"Cinderella"
San Francisco Ballet
Program IV
War Memorial Opera House
San Francisc, CA
March 12, 2014
by Rita Felciano
copyright © Rita Felciano 2014
Engaging first rate collaborators won't guarantee a first class work of art but without having them you will certainly not get it. A second look at Christopher Wheeldon's two-and-a half hour elaborate, theatrically voluptuous "Cinderella," which SFB premiered last season, seems to suggest that this gifted choreographer may given much too much control of the project to his collaborators. By attempting a fresh perspective on the much beloved fairytale, Wheeldon lost focus of the story's simplicity: it's about virtue rewarded, evil defeated. The fact that this prince is presented as an ordinaryl young man has really little to do with the tasks he is expected to assume. This "Cinderella" that stands on its inventive production values, an intermittently successful sense of humor and the very fine performances by the SFB dancers. But it is not a ballet carried by the quality of its choreography. Wheeldon ended up with a great deal of cleverness but he gave up the heart of the story.

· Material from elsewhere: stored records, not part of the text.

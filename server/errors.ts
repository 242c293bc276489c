/**
 * The shared error shape `{ error: { code, message, details } }` and the middleware that turns
 * every failure into it. Nothing here ever sends a stack trace or SQL text.
 */
import type { ErrorRequestHandler, RequestHandler } from 'express';
import type { ZodError } from 'zod';

export interface ErrorDetail {
  path: string;
  message: string;
}

export class ApiError extends Error {
  constructor(
    readonly status: number,
    readonly code: string,
    message: string,
    readonly details: ErrorDetail[] = [],
  ) {
    super(message);
  }
}

/** A 503 the caller should repeat after a pause; the answer carries `Retry-After`. */
export class RetryLaterError extends ApiError {
  constructor(
    code: string,
    message: string,
    readonly retryAfterS: number,
  ) {
    super(503, code, message);
  }
}

export function zodDetails(error: ZodError): ErrorDetail[] {
  return error.issues.map((issue) => ({ path: issue.path.join('.'), message: issue.message }));
}

// Error codes of node-postgres / PostgreSQL that mean "the database is not reachable now" or
// "too slow now": each passes by itself, so the caller is told to retry (503), not that we broke.
const UNAVAILABLE_CODES = new Set([
  'ECONNREFUSED',
  'ECONNRESET',
  'ETIMEDOUT',
  'EPIPE',
  // The database's host name does not resolve or its network is down (DNS or routing blips).
  'ENOTFOUND',
  'EAI_AGAIN',
  'EHOSTUNREACH',
  'ENETUNREACH',
  '53300', // too_many_connections
  '57014', // query_canceled: our statement_timeout fired (a lock or an overloaded database)
  '57P01', // admin_shutdown
  '57P02', // crash_shutdown
  '57P03', // cannot_connect_now
  '08000',
  '08003',
  '08006',
]);

/**
 * True when a database error is transient: the database is away, unreachable or too slow now
 * (also node-postgres's own "Query read timeout" of the pool's query_timeout). Retrying the same
 * statement later can succeed; nothing is wrong with the data.
 */
export function isDatabaseUnavailable(err: unknown): boolean {
  if (typeof err !== 'object' || err === null) return false;
  const e = err as { code?: unknown; message?: unknown; cause?: unknown };
  if (typeof e.code === 'string' && UNAVAILABLE_CODES.has(e.code)) return true;
  if (
    typeof e.message === 'string' &&
    /timeout exceeded when trying to connect|Query read timeout|Connection terminated|connection error and is not queryable|the database system is (starting up|shutting down)/i.test(
      e.message,
    )
  ) {
    return true;
  }
  return e.cause !== undefined && e.cause !== err && isDatabaseUnavailable(e.cause);
}

/** zlib and brotli failures (brotli's codes read ERR__ERROR_…) while inflating a body that is not what Content-Encoding says. */
function isCompressionError(err: unknown): boolean {
  const code =
    typeof err === 'object' && err !== null ? (err as { code?: unknown }).code : undefined;
  return typeof code === 'string' && /^(Z_|ERR_BROTLI|ERR_ZLIB|ERR__ERROR_)/.test(code);
}

/** body-parser's own error types, mapped to the contract's statuses. */
function fromBodyParser(err: { type?: string }): ApiError | null {
  switch (err.type) {
    case 'entity.parse.failed':
      return new ApiError(400, 'invalid_json', 'The body is not valid JSON.');
    case 'entity.too.large':
      return new ApiError(
        413,
        'body_too_large',
        'The body is larger than 1 MiB; send fewer readings per request.',
      );
    case 'encoding.unsupported':
    case 'charset.unsupported':
      return new ApiError(415, 'unsupported_encoding', 'Send the body as UTF-8 JSON.');
    case 'request.aborted':
      return new ApiError(
        400,
        'request_aborted',
        'The request was aborted before its body arrived.',
      );
    default:
      return null;
  }
}

export function toApiError(err: unknown): ApiError {
  if (err instanceof ApiError) return err;
  if (typeof err === 'object' && err !== null && 'type' in err) {
    const mapped = fromBodyParser(err as { type?: string });
    if (mapped) return mapped;
  }
  if (isCompressionError(err)) {
    return new ApiError(
      400,
      'invalid_encoding',
      'The body could not be decompressed; check Content-Encoding.',
    );
  }
  if (isDatabaseUnavailable(err)) {
    return new ApiError(
      503,
      'storage_unavailable',
      'Storage is unavailable right now; keep the data and retry shortly.',
    );
  }
  return new ApiError(500, 'internal', 'Something went wrong on our side; it has been logged.');
}

/**
 * For a 5xx the request's id goes into `details` (an operator handed the answer finds its log
 * line by it), and the error itself is attached as `res.err`, which the request's one log line
 * (server/requestLog.ts) carries with its stack — so nothing is logged twice.
 */
export function errorHandler(): ErrorRequestHandler {
  return (err, req, res, _next) => {
    const apiError = toApiError(err);
    const failedHere = apiError.status >= 500;
    if (failedHere) (res as { err?: unknown }).err = err;
    if (res.headersSent) return;
    if (apiError instanceof RetryLaterError) {
      res.setHeader('Retry-After', String(apiError.retryAfterS));
    }
    const requestId = typeof req.id === 'string' ? req.id : undefined;
    const details =
      failedHere && requestId
        ? [...apiError.details, { path: 'requestId', message: requestId }]
        : apiError.details;
    res.status(apiError.status).json({
      error: { code: apiError.code, message: apiError.message, details },
    });
  };
}

export const notFound: RequestHandler = (req, _res, next) => {
  next(new ApiError(404, 'not_found', `Nothing at ${req.method} ${req.path}.`));
};
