/**
 * The PDF's rows of the week report's figures, in the reader's unit. Every number goes through
 * ingest/words' formatters (°C/°F, margins as differences, hours, minutes to acknowledge) and the
 * week report's own words (ingest/words/report.ts), so the PDF, the CSV, the screen and the mail
 * read alike; the times come in already written in the shop's time zone.
 */
import { ALARM_KINDS } from '@/ingest/alarmKinds';
import type { Level } from '@/ingest/wire/levels';
import type { UnitPref } from '@/ingest/wire/people';
import type {
  AlarmWeekFigures,
  LevelHours,
  MinMeanMax,
  TimeOfWetnessFigures,
} from '@/ingest/wire/reports';
import {
  ALARM_KIND_WORDS,
  LEVEL_WORDS,
  MISSING,
  REPORT_COLUMNS,
  formatAckMinutes,
  formatHours,
  formatPercent,
  formatTemperature,
} from '@/ingest/words';

/** "8.1 °C / 12.3 °C / 17.0 °C" — lowest, time-weighted mean, highest. */
export function temperatureRangeText(values: MinMeanMax, unit: UnitPref): string {
  return [values.min, values.mean, values.max].map((v) => formatTemperature(v, unit)).join(' / ');
}

/** "55 % / 70 % / 88 %"; EMC takes one decimal ("9.8 %"). */
export function percentRangeText(values: MinMeanMax, digits = 0): string {
  return [values.min, values.mean, values.max].map((v) => formatPercent(v, digits)).join(' / ');
}

export const LEVEL_ORDER: readonly Level[] = ['dry', 'close', 'wet', 'unknown'];

/** "150 h / 12.5 h / 1.5 h / 4 h" in the order dry / close / wet / unknown. */
export function levelHoursText(hours: LevelHours): string {
  return LEVEL_ORDER.map((level) => formatHours(hours[level])).join(' / ');
}

/** The worst level the zone spent any time in; unknown when it had no surface data at all. */
export function worstLevel(hours: LevelHours): Level {
  if (hours.wet > 0) return 'wet';
  if (hours.close > 0) return 'close';
  if (hours.dry > 0) return 'dry';
  return 'unknown';
}

/** A column of the shared report list, by key: its label and its cell, as the CSV has them. */
function column(key: string) {
  const found = REPORT_COLUMNS.find((c) => c.key === key);
  if (!found) throw new Error(`report column ${key} is missing from ingest/words/report.ts`);
  return found;
}

/** "12.5 h; 652 h a year at this rate, category T3 (one week only: an indication)". */
export function timeOfWetnessText(tow: TimeOfWetnessFigures): string {
  const week = formatHours(tow.hours);
  if (tow.annualHours === null || tow.category === null) return week;
  // Upper case as the CSV's category column writes it ("T3").
  return `${week}; ${formatHours(Math.round(tow.annualHours))} a year at this rate, category ${tow.category.toUpperCase()} (one week only: an indication)`;
}

/** "3 opened (Dew risk 2, Wet surface 1)", "none". */
export function alarmsOpenedText(alarms: AlarmWeekFigures): string {
  if (alarms.opened === 0) return 'none';
  const kinds = ALARM_KINDS.filter((kind) => alarms.openedByKind[kind] > 0).map(
    (kind) => `${ALARM_KIND_WORDS[kind]} ${alarms.openedByKind[kind]}`,
  );
  return `${alarms.opened} opened (${kinds.join(', ')}), ${alarms.acknowledged} acknowledged`;
}

export const ackOrMissing = (minutes: number | null) =>
  minutes === null ? MISSING : formatAckMinutes(minutes);

/** "12 min / 1.6 h; 1 not acknowledged". */
export function ackText(alarms: AlarmWeekFigures): string {
  if (alarms.opened === 0) return MISSING;
  const times = `${ackOrMissing(alarms.medianAckMinutes)} / ${ackOrMissing(alarms.longestAckMinutes)}`;
  return alarms.unacknowledged > 0 ? `${times}; ${alarms.unacknowledged} not acknowledged` : times;
}

/** The shared label of the time-of-wetness column without its unit: the value carries "h". */
const towLabel = column('tow_hours')
  .label('C')
  .replace(/ \(h\)$/, '');

/** The figures table's labels; the values carry their units. */
export const PDF_LABELS = {
  coverage: 'Data coverage',
  air: 'Air min / mean / max',
  rh: 'RH min / mean / max',
  lowestMargin: 'Lowest dew margin',
  levelHours: `Hours ${LEVEL_ORDER.map((l) => LEVEL_WORDS[l].toLowerCase()).join(' / ')}`,
  timeOfWetness: towLabel,
  emc: 'Wood EMC min / mean / max',
  alarms: 'Alarms',
  ack: 'To acknowledge median / longest',
  silent: 'Silent periods',
} as const;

Wheeldon is a very fine choreographer of duets, and yet neither the Grand Pas de Deux for the Prince (Joan Boada) and Cinderella's (Maria Kotchekova) during the ballroom scene, rose to the kind of heights and intensity that such an occasion would imply. The small one for the finale, ending in a bucolic picture pose, had its charm but was oddly placed. Were we supposed to them in the end as "real" while before they were their part?

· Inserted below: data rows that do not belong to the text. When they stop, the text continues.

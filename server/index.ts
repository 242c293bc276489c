/**
 * The server's entry point: reads the configuration, connects, listens, and shuts down cleanly
 * on SIGINT/SIGTERM (stop taking requests, close live sockets, drain the pool).
 */
import http from 'node:http';

import { createDatabase } from '@/db';

import { createApp } from './app';
import { createSensorTokenCache } from './auth/sensorTokens';
import { createSessionSigner } from './auth/session';
import { readConfig } from './config';
import { startLiveHub } from './live/hub';
import { startNotificationListener } from './live/listener';
import { createSurfaceEstimator } from './readings/surfaceEstimates';
import { createReadingWriter } from './readings/writer';

async function main() {
  const config = readConfig();
  const { pool, db } = createDatabase(config.databaseUrl);
  const sessions = createSessionSigner(config.sessionSecret, config.cookieSecure);
  const listener = startNotificationListener(config.databaseUrl, console.log);
  const tokens = createSensorTokenCache(db, { listener });
  const writer = createReadingWriter(pool);
  const estimator = createSurfaceEstimator(db);
  const app = createApp({ db, pool, sessions, tokens, writer, estimator, webDir: config.webDir });
  const hub = startLiveHub({ listener, db, sessions });
  await listener.ready;

  const server = http.createServer(app);
  hub.attach(server);
  await new Promise<void>((resolve) => server.listen(config.port, config.host, resolve));
  console.log(`Drybench server listening on http://${config.host}:${config.port}`);

  let stopping = false;
  const stop = async (signal: string) => {
    if (stopping) return;
    stopping = true;
    console.log(`Drybench server stopping (${signal})…`);
    server.close();
    await writer.close();
    await hub.close();
    await listener.close();
    server.closeAllConnections();
    await pool.end();
    process.exit(0);
  };
  process.on('SIGINT', () => void stop('SIGINT'));
  process.on('SIGTERM', () => void stop('SIGTERM'));
}

main().catch((err: unknown) => {
  console.error(err instanceof Error ? err.message : err);
  process.exit(1);
});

Perhaps Wheeldon's most intriguingly choreographed passages came in the ballroom whose waltzing couples seemed ordinary enough until they were caught in some kind of madness that would whip through them some kind of temporary frenzy. That's where the darkness in Prokofiev score came most to the forefront, though I must confess I didn't understand its dramatic relevance. Wafting back and forth on the sidelines, the dancers became human scenery, but quite out of place with the toy king Albert (Ricardo Bustamente) and his Queen Charlotte (Anita Paciotti, her hair a spitting image of the current British Queen). I kept thinking of Balanchine's "La Valse." Was this the Prince's nightmare, some dream?
Whatever glory there is to this "Cinderella" belongs to the SFB Dancers. Much of the casting was familiar. Maria Kotchekova invested every gesture, every turn and every achingly stretched arm with a presence that would have been impossible to resist. She can be such a powerhouse of technique; here she kept everything with the parameter's parameters. Joan Boada's prince was less stodgy; he made a worthier partner to Taras Domitro's Benjamin. Damian Smith, who will retire at the end of the current season, managed to keep the women in his life in balance but in control.

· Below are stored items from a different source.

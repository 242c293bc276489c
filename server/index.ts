/**
 * The server's entry point: reads the configuration, connects, listens, and shuts down cleanly
 * on SIGINT/SIGTERM (stop taking requests, close live sockets, drain the pool).
 */
import http from 'node:http';

import { BACKGROUND_CONNECTION_TIMEOUT_MS, BACKGROUND_POOL_MAX, createDatabase } from '@/db';
import { startNotificationListener } from '@/db/listener';

import { createAlarmEngine } from './alarms';
import { createAlarmQueue } from './alarms/queue';
import { createApp } from './app';
import { createS3Storage } from './storage';
import { allowedHostsOf } from './auth/hosts';
import { createSensorTokenCache } from './auth/sensorTokens';
import { createSessionSigner } from './auth/session';
import { readConfig } from './config';
import {
  createAlarmMailQueue,
  createImportQueue,
  importJobs,
  queueAlarmMails,
  scheduleAlarmSweep,
  scheduleReadingPartitionMaintenance,
  runReadingRollup,
  scheduleReadingRollups,
  scheduleWeekReportMails,
  startJobRunner,
  workAlarmMails,
  scheduleUploadExpiry,
  workImports,
} from './jobs';
import { startLiveHub } from './live/hub';
import { createLiveEcho } from './live/localEcho';
import { createLogger, type Logger } from './logger';
import { startMail } from './mail';
import { createMessageAnswerer, defaultClientIdPrefix, startMqttIngest } from './mqtt';
import { createSurfaceEstimator } from './readings/surfaceEstimates';
import { createReadingWriter } from './readings/writer';

// Pretty lines for a person at a terminal; one JSON object per line for everything else.
const pretty = process.stdout.isTTY === true;
// Until the configuration names its level (and to report a configuration that is invalid).
let logger: Logger = createLogger({ level: 'info', pretty });

async function main() {
  const config = readConfig();
  logger = createLogger({ level: config.logLevel, pretty });
  const log = logger.child({ component: 'server' });
  const { pool, db } = createDatabase(config.databaseUrl, {
    statementTimeoutMs: config.statementTimeoutMs,
    queryTimeoutMs: config.queryTimeoutMs,
  });
  // Long background work (roll-ups, partition maintenance) gets a small pool of its own, so it
  // can never hold the connections requests wait for (a status poll answered 503 while a year
  // of an import's roll-ups ran on the request pool).
  const background = createDatabase(config.databaseUrl, {
    max: BACKGROUND_POOL_MAX,
    statementTimeoutMs: config.statementTimeoutMs,
    queryTimeoutMs: config.queryTimeoutMs,
    connectionTimeoutMs: BACKGROUND_CONNECTION_TIMEOUT_MS,
    applicationName: 'drybench-background',
    // The jobs' statements read readings across every month partition (the roll-up job's
    // touched hours, partition maintenance); JIT compiling their plans cost far more than it
    // saved on the roll-up statement (db/queries/readingRollups.ts), so none of them JIT.
    sessionOptions: '-c jit=off',
  });
  const sessions = createSessionSigner(config.sessionSecret, config.cookieSecure);
  const listener = startNotificationListener(config.databaseUrl, logger);
  const tokens = createSensorTokenCache(db, { listener });
  // The writer hands this instance's hub its reading messages at commit (server/live/localEcho.ts).
  const echo = createLiveEcho();
  const writer = createReadingWriter(pool, {
    maxPendingRows: config.ingestMaxPendingRows,
    echo,
  });
  const estimator = createSurfaceEstimator(db);
  const mail = await startMail(config.mail, logger);
  // pg-boss first: the engine queues each opened alarm's e-mail as a job in its transaction.
  const jobs = await startJobRunner({ databaseUrl: config.databaseUrl, logger });
  await createAlarmMailQueue(jobs);
  // Before the app answers: a started import's job needs its queue.
  await createImportQueue(jobs);
  const storage = config.storage && createS3Storage(config.storage);
  const alarms = createAlarmEngine({
    db,
    pool,
    logger,
    onOpened: queueAlarmMails(jobs, { logger }),
  });
  // Computed once: PUBLIC_URL's host and this port's loopback names.
  const allowedHosts = allowedHostsOf(config.port, config.publicUrl);
  const app = createApp({
    db,
    pool,
    sessions,
    tokens,
    writer,
    estimator,
    alarms,
    webDir: config.webDir,
    mailer: mail.mailer,
    storage,
    imports: importJobs(jobs),
    publicUrl: config.publicUrl,
    mqttPublicUrl: config.mqtt?.publicUrl,
    allowedHosts,
    trustProxy: config.trustProxy,
    devOutbox: config.devOutbox ? mail.outbox : undefined,
    logger,
  });
  const trustedOrigins = new Set([new URL(config.publicUrl).origin]);
  const hub = startLiveHub({
    listener,
    db,
    sessions,
    allowedHosts,
    trustedOrigins,
    limits: config.liveSocketsPerUser ? { maxSocketsPerUser: config.liveSocketsPerUser } : {},
    echo,
  });
  await listener.ready;
  await scheduleAlarmSweep(jobs, alarms, { logger });
  // Hourly roll-ups of the readings, which the history, exposure and reports read past 7 days.
  await scheduleReadingRollups(jobs, { db: background.db, logger });
  await workAlarmMails(jobs, {
    db,
    pool,
    mailer: mail.mailer,
    publicUrl: config.publicUrl,
    logger,
  });
  // Daily: the coming months' partitions of readings, and raw readings past the keep window.
  await scheduleReadingPartitionMaintenance(jobs, {
    db: background.db,
    logger,
    keepMonths: config.rawReadingsKeepMonths,
    // Roll every finished hour up first, so no raw month goes before its hours are kept.
    before: () => runReadingRollup(background.db, Date.now()),
  });
  // CSV imports: two at a time on each instance (server/jobs/importJob.ts says why), and
  // hourly, uploads never started are let go; without storage there are no files to import.
  if (storage) {
    await workImports(jobs, { db, pool, background: background.db, storage, logger });
    await scheduleUploadExpiry(jobs, { pool, storage, logger });
  }
  // Monday 07:00 shop time: last week's report to owners and members who keep it on.
  await scheduleWeekReportMails(jobs, {
    db,
    pool,
    mailer: mail.mailer,
    publicUrl: config.publicUrl,
    logger,
  });

  // MQTT readings take the HTTP route's pipeline; their alarms go through a queue of their own
  // (the engine locks each zone it judges, so two queues never judge one zone at once).
  const mqtt =
    config.mqtt &&
    startMqttIngest({
      url: config.mqtt.url,
      password: config.mqtt.password,
      connections: config.mqtt.connections,
      clientIdPrefix: defaultClientIdPrefix(config.port),
      answer: createMessageAnswerer({
        db,
        writer,
        estimator,
        alarms: createAlarmQueue(alarms, logger),
        now: Date.now,
        logger,
      }),
      logger,
    });

  const server = http.createServer(app);
  hub.attach(server);
  await new Promise<void>((resolve) => server.listen(config.port, config.host, resolve));
  // The bench harness (scripts/bench) waits for "listening on" in this line.
  log.info(
    { host: config.host, port: config.port, logLevel: config.logLevel },
    `Drybench server listening on http://${config.host}:${config.port}`,
  );
  log.info(`Drybench ${mail.describe}`);
  log.info(
    config.storage
      ? `Drybench photos go to bucket ${config.storage.bucket} at ${config.storage.endpoint ?? `the S3 default for ${config.storage.region}`}`
      : 'Drybench has no photo storage (S3_BUCKET unset): photo uploads answer 503.',
  );
  log.info(
    config.mqtt
      ? `Drybench shows sensors the MQTT broker ${config.mqtt.publicUrl}`
      : 'Drybench takes no MQTT readings (MQTT_URL unset).',
  );
  if (config.devOutboxRefusal) log.warn(config.devOutboxRefusal);
  if (!config.publicUrlSet && (config.host === '0.0.0.0' || config.host === '::')) {
    log.warn(
      `HOST=${config.host} without PUBLIC_URL: only this machine's loopback names are answered; ` +
        'set PUBLIC_URL to the address people and sensors use.',
    );
  }
  if (config.devOutbox && mail.outbox) log.info(`Outbox: ${config.publicUrl}/dev/outbox`);

  let stopping = false;
  const stop = async (signal: string) => {
    if (stopping) return;
    stopping = true;
    log.info({ signal }, `Drybench server stopping (${signal})…`);
    server.close();
    // No new messages, and none acknowledged that is not stored: the writer drains after it.
    await mqtt?.close();
    await writer.close();
    await jobs.stop({ graceful: true, timeout: 10_000 });
    await hub.close();
    await listener.close();
    await mail.close();
    server.closeAllConnections();
    await pool.end();
    await background.pool.end();
    process.exit(0);
  };
  process.on('SIGINT', () => void stop('SIGINT'));
  process.on('SIGTERM', () => void stop('SIGTERM'));
}

main().catch((err: unknown) => {
  // The message says what to fix (an invalid setting, an unreachable database); a stack would not.
  logger.fatal(`Drybench server could not start: ${err instanceof Error ? err.message : err}`);
  process.exit(1);
});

I do remember -- I know comparisons are odious -- Ashton's exquisite choreography for the Seasons. Wheeldon's was quite thin though James Garcia Castilla, as the lead in Summer, and Jennifer Stahl's ice queen in Winter, sparkled in their parts.
Martin West excellently conducted the orchestra in this jumbled arrangement of Prokofiev's score. He and his musicians just about received the longest ovation. It was well deserved.